EXERCISE PROMPT: In the material below, find all lines with the string "verifyPassword" and copy them.

RAW DATA:
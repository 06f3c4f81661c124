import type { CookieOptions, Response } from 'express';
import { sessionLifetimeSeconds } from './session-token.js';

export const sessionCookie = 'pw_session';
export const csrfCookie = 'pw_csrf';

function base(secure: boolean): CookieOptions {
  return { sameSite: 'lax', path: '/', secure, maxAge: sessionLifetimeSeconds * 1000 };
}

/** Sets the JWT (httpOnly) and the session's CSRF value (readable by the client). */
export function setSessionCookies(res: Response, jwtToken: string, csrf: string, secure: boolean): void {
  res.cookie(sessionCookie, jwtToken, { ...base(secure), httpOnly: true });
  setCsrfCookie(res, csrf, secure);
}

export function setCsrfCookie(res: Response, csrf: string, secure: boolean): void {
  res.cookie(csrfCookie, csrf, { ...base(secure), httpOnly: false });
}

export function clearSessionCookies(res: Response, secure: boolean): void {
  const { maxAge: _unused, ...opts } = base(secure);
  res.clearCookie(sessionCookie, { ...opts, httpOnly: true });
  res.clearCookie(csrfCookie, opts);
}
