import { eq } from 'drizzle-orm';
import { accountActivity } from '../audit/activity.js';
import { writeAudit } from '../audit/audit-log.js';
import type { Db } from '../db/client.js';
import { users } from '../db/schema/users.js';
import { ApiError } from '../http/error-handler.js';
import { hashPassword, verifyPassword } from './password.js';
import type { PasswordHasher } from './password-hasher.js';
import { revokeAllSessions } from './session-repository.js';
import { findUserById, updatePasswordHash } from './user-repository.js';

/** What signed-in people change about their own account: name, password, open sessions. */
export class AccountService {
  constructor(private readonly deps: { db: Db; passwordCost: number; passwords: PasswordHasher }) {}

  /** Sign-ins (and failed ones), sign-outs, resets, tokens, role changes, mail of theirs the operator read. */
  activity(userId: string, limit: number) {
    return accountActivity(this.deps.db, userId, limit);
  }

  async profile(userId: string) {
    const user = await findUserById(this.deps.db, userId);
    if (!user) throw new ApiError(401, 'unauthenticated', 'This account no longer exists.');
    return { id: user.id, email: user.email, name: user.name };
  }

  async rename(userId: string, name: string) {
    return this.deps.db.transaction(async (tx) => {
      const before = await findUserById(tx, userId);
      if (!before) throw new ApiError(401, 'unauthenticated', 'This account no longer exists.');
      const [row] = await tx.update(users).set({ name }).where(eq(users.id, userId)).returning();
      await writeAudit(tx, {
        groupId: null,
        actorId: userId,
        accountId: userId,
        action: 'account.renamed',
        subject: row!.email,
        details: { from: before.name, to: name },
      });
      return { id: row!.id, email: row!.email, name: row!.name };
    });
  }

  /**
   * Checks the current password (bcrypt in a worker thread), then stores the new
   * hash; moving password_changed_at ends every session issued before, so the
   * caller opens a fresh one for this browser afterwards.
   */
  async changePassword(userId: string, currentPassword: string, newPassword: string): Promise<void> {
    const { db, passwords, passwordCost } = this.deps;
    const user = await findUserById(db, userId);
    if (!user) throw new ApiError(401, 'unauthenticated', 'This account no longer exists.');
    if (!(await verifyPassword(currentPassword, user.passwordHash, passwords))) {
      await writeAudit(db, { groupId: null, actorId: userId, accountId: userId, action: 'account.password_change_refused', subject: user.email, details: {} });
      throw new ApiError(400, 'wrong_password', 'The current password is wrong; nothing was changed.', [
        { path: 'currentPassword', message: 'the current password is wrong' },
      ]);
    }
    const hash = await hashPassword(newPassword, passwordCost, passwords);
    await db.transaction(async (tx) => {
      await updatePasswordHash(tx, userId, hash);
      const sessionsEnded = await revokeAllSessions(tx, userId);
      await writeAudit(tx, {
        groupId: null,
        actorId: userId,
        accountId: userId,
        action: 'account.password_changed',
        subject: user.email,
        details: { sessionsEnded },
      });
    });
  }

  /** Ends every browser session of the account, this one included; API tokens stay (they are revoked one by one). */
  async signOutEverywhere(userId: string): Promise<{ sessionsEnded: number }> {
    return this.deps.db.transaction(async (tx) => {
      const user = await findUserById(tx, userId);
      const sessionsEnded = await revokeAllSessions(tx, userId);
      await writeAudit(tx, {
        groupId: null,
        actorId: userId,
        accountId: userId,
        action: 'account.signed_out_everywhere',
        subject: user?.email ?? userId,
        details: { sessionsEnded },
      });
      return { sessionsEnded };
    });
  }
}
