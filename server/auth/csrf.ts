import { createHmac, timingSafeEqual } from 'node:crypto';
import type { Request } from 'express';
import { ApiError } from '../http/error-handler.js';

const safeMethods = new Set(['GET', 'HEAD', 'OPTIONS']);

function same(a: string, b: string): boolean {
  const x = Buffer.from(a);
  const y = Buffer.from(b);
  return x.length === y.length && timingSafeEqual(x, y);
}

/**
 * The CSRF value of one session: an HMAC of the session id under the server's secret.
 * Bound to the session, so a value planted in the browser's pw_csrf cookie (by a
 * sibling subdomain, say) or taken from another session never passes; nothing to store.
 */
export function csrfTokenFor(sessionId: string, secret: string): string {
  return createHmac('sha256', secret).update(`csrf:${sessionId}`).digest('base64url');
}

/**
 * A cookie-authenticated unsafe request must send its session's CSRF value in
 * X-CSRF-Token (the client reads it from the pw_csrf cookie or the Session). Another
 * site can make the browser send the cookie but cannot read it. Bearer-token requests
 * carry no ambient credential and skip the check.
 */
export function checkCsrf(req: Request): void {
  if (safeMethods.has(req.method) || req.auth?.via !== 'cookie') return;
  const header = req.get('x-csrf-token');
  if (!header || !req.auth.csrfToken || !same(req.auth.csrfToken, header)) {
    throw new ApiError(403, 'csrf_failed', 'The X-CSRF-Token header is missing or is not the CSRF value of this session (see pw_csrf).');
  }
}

SOLUTION TO THE PROBLEM:
import { hashPassword, verifyPassword } from './password.js';
    if (!(await verifyPassword(currentPassword, user.passwordHash, passwords))) {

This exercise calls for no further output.